Search the data for the string "triangles" and copy each line where it turns up.

*** EXTRACTED INFORMATION Section Begins ***

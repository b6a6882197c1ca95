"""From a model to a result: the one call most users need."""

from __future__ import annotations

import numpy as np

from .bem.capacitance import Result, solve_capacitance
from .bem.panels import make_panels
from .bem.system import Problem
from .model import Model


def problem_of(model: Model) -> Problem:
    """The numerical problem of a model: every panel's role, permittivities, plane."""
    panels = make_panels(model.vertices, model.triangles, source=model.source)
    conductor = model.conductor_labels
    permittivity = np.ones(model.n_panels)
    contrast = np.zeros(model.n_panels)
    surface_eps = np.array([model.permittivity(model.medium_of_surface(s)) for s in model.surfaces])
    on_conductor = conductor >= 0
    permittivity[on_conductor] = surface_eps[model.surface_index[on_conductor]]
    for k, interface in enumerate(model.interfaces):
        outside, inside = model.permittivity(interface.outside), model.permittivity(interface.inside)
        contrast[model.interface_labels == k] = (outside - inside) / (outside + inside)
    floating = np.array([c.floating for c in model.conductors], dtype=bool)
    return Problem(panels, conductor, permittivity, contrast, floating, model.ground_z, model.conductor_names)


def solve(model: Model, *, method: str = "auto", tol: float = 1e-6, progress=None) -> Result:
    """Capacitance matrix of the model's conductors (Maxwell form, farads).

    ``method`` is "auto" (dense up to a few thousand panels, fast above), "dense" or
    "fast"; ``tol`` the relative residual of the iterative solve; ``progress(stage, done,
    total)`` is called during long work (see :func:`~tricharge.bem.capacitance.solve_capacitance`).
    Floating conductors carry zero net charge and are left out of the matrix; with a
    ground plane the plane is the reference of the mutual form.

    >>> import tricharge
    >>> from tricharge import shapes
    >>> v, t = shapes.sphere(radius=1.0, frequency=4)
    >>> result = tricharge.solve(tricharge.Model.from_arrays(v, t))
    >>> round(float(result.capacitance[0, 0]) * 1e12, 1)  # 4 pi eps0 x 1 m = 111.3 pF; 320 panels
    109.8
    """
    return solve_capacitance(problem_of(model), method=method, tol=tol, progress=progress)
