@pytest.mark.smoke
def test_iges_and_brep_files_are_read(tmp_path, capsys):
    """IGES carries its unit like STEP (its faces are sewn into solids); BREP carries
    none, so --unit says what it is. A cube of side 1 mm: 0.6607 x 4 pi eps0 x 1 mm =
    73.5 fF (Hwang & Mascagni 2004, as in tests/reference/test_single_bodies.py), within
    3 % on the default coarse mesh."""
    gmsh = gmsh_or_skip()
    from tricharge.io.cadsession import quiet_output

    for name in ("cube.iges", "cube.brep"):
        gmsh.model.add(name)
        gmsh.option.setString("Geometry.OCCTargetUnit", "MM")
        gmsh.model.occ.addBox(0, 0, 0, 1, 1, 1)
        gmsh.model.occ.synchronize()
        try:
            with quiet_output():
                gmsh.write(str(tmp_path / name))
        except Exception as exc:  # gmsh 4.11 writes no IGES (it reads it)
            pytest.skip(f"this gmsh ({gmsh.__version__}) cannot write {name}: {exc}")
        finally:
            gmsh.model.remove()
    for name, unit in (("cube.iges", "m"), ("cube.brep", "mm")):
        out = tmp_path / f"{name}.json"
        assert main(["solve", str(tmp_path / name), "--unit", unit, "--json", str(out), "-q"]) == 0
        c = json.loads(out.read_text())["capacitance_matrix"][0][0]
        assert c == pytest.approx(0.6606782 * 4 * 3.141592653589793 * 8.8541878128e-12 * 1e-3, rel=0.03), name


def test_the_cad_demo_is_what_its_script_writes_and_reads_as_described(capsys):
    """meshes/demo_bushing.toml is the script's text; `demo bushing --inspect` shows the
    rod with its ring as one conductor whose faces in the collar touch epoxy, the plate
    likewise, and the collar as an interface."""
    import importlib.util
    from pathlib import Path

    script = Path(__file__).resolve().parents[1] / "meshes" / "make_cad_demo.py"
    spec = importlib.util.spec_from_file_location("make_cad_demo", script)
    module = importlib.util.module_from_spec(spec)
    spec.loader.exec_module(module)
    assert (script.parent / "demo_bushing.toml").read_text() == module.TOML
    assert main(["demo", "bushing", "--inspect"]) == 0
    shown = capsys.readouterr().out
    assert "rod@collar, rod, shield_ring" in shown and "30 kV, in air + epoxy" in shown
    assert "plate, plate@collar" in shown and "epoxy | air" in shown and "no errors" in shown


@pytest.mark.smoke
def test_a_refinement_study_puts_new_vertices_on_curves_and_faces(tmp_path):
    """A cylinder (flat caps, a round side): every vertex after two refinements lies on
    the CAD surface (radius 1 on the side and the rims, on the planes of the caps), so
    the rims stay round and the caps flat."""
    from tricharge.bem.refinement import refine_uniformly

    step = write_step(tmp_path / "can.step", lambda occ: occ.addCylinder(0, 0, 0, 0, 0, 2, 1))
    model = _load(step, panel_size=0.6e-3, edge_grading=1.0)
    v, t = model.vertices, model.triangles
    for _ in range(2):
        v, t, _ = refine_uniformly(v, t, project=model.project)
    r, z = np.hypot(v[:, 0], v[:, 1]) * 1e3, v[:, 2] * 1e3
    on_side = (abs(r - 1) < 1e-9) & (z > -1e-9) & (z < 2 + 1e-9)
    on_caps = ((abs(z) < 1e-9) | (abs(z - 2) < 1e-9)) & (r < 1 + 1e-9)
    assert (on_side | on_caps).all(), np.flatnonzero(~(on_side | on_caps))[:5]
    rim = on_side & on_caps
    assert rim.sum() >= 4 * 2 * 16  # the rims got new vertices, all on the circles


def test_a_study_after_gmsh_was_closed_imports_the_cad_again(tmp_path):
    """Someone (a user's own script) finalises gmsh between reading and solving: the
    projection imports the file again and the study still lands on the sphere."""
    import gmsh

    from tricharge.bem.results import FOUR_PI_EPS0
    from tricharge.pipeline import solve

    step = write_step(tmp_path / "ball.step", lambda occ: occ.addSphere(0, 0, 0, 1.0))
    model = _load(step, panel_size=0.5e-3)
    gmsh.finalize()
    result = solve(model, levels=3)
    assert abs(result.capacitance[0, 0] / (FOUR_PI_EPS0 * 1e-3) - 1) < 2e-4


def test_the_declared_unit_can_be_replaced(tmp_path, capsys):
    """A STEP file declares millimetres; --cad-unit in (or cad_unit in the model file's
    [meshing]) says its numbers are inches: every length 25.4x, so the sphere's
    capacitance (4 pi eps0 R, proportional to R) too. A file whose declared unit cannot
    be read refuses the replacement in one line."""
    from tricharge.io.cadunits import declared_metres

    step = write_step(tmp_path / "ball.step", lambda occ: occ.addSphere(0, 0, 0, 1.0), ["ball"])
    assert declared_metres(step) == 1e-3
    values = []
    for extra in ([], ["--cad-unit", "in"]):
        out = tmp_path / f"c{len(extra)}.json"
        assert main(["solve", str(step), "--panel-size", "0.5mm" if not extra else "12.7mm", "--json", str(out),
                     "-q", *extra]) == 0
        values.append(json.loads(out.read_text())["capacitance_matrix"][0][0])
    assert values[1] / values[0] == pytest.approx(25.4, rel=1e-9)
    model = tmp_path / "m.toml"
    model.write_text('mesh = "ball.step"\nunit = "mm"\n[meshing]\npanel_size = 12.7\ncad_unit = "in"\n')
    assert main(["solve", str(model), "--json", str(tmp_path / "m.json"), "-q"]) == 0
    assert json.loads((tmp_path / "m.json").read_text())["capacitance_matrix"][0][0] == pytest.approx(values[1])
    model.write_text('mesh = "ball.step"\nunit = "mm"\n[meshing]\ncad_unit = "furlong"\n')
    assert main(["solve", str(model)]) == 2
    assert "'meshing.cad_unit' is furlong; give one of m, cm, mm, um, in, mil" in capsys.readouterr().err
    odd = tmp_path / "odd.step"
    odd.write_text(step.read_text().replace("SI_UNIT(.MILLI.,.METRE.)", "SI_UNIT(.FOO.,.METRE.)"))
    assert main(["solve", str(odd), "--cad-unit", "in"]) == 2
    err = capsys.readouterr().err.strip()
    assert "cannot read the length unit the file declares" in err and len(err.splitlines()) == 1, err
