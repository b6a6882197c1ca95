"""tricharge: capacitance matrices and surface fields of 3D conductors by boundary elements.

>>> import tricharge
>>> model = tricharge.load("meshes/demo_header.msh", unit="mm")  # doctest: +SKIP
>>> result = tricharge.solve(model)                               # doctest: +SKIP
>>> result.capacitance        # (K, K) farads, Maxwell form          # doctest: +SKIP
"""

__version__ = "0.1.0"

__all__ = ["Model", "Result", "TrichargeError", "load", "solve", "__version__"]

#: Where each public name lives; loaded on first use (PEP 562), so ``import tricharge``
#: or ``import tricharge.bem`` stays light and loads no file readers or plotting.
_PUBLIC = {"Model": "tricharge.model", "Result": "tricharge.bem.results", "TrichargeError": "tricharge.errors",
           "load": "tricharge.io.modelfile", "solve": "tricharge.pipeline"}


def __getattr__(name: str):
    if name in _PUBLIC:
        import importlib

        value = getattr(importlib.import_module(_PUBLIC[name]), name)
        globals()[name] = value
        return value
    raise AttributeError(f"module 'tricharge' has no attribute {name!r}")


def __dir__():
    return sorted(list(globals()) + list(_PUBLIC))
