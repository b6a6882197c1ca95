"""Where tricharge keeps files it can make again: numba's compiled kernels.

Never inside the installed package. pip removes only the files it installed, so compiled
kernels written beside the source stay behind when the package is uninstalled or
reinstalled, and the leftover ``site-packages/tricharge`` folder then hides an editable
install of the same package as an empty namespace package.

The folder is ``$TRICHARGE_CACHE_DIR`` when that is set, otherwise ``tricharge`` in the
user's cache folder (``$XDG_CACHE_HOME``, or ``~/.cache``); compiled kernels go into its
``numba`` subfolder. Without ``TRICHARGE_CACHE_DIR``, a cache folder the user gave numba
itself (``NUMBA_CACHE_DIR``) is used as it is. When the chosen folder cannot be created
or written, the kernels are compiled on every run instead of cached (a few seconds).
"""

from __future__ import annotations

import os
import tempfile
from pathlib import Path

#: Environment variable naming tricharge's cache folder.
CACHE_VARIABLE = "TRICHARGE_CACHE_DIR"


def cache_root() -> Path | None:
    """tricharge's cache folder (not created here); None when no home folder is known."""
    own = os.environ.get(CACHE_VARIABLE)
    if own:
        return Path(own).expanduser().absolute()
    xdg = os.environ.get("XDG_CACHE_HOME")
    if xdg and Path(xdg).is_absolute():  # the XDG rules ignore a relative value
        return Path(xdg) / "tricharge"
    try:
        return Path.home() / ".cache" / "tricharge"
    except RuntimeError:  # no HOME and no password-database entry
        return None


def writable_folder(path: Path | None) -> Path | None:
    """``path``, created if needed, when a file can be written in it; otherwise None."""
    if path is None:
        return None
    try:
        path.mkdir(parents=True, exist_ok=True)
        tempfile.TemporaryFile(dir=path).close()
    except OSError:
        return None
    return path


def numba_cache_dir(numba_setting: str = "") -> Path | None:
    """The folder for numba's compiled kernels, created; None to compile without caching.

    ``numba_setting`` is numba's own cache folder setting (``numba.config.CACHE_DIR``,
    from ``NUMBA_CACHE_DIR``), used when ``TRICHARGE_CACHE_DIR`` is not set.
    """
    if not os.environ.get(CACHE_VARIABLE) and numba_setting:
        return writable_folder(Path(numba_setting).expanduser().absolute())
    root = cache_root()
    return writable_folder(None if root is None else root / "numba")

*** EXTRACTED INFORMATION Section Ends ***
*** EXTRACTED INFORMATION Section Begins ***

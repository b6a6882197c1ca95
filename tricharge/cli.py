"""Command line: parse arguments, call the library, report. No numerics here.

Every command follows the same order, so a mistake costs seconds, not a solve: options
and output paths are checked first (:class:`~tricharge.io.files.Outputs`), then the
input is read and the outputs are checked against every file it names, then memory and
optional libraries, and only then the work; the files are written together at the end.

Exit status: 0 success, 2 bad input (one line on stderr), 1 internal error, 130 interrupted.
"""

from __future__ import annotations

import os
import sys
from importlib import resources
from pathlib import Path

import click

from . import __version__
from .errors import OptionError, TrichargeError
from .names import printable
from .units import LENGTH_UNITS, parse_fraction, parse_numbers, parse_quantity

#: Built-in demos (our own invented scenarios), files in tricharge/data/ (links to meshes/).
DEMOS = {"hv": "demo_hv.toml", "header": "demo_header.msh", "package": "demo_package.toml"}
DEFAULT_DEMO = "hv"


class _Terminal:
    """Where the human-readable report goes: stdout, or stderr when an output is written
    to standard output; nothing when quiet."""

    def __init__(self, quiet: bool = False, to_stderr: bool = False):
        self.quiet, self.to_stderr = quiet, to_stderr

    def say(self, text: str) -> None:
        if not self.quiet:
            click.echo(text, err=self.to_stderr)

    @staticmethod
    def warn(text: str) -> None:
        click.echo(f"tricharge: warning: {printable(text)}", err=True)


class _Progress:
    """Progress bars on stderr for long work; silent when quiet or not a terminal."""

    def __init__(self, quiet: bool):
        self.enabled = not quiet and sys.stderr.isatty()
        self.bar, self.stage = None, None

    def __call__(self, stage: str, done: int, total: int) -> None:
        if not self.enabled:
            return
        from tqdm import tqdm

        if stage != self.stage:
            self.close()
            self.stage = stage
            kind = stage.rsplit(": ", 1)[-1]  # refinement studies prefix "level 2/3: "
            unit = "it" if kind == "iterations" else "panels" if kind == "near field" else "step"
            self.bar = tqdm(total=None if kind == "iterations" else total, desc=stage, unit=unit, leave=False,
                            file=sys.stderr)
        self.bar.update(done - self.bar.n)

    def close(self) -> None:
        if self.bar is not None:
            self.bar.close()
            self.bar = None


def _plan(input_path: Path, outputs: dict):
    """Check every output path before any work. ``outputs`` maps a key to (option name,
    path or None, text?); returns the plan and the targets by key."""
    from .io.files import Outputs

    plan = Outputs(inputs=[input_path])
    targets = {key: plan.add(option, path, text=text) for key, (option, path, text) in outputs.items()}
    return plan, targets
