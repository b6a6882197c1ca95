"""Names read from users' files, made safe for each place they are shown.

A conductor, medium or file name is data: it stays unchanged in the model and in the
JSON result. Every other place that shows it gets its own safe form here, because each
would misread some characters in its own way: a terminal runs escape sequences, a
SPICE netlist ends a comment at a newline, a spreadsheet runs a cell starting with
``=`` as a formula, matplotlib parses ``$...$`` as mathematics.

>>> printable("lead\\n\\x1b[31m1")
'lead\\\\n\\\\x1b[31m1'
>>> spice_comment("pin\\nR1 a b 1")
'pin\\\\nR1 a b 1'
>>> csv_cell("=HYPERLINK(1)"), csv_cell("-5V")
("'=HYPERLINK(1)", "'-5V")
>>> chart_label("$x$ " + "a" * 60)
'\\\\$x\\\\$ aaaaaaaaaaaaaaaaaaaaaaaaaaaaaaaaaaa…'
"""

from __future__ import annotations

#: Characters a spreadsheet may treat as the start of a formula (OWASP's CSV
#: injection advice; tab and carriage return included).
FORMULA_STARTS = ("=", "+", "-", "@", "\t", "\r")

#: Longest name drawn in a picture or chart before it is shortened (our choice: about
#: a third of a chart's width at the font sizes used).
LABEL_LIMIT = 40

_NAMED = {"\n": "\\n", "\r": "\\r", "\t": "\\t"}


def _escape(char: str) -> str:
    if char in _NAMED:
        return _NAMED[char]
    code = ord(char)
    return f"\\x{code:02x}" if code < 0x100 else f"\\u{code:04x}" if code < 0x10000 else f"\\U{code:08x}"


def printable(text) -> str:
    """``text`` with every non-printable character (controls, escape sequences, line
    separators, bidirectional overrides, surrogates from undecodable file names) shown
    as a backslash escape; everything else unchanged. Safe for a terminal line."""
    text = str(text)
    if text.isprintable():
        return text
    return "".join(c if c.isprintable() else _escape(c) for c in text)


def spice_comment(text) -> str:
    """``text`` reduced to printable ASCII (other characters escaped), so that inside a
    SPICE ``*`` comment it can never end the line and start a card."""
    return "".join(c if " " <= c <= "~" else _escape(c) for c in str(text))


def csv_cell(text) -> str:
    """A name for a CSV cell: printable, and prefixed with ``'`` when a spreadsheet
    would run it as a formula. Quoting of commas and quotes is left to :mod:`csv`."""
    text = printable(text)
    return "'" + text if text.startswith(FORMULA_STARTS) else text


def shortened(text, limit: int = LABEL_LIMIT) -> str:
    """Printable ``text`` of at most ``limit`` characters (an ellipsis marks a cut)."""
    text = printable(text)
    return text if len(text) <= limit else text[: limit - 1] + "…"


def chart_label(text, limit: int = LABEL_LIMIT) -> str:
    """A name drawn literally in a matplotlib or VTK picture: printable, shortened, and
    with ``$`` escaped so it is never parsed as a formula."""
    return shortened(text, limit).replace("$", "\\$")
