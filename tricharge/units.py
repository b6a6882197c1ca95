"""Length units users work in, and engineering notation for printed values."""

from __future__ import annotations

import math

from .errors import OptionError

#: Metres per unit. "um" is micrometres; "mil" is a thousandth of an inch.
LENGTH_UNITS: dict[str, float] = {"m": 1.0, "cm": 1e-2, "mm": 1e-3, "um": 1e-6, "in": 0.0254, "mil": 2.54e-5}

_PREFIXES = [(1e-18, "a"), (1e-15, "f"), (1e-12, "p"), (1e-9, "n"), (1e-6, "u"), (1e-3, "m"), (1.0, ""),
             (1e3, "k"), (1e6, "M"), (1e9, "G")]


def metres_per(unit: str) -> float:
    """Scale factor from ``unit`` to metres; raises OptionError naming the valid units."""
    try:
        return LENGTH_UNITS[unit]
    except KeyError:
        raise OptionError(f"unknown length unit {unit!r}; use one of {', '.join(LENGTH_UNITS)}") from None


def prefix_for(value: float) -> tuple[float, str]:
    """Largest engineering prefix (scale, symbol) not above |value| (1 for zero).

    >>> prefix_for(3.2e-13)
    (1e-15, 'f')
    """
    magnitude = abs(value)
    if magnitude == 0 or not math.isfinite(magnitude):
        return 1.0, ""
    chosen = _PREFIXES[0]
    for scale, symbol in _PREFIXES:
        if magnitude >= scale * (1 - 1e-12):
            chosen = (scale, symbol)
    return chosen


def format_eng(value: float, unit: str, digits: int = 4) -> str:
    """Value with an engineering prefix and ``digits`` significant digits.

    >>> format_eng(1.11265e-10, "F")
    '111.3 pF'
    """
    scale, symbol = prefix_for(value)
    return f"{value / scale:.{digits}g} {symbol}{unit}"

*** EXTRACTED INFORMATION Section Ends ***

# [COMPLETED TASK]
    panels = make_panels(model.vertices, model.triangles, source=model.source)
    v, t = model.vertices, model.triangles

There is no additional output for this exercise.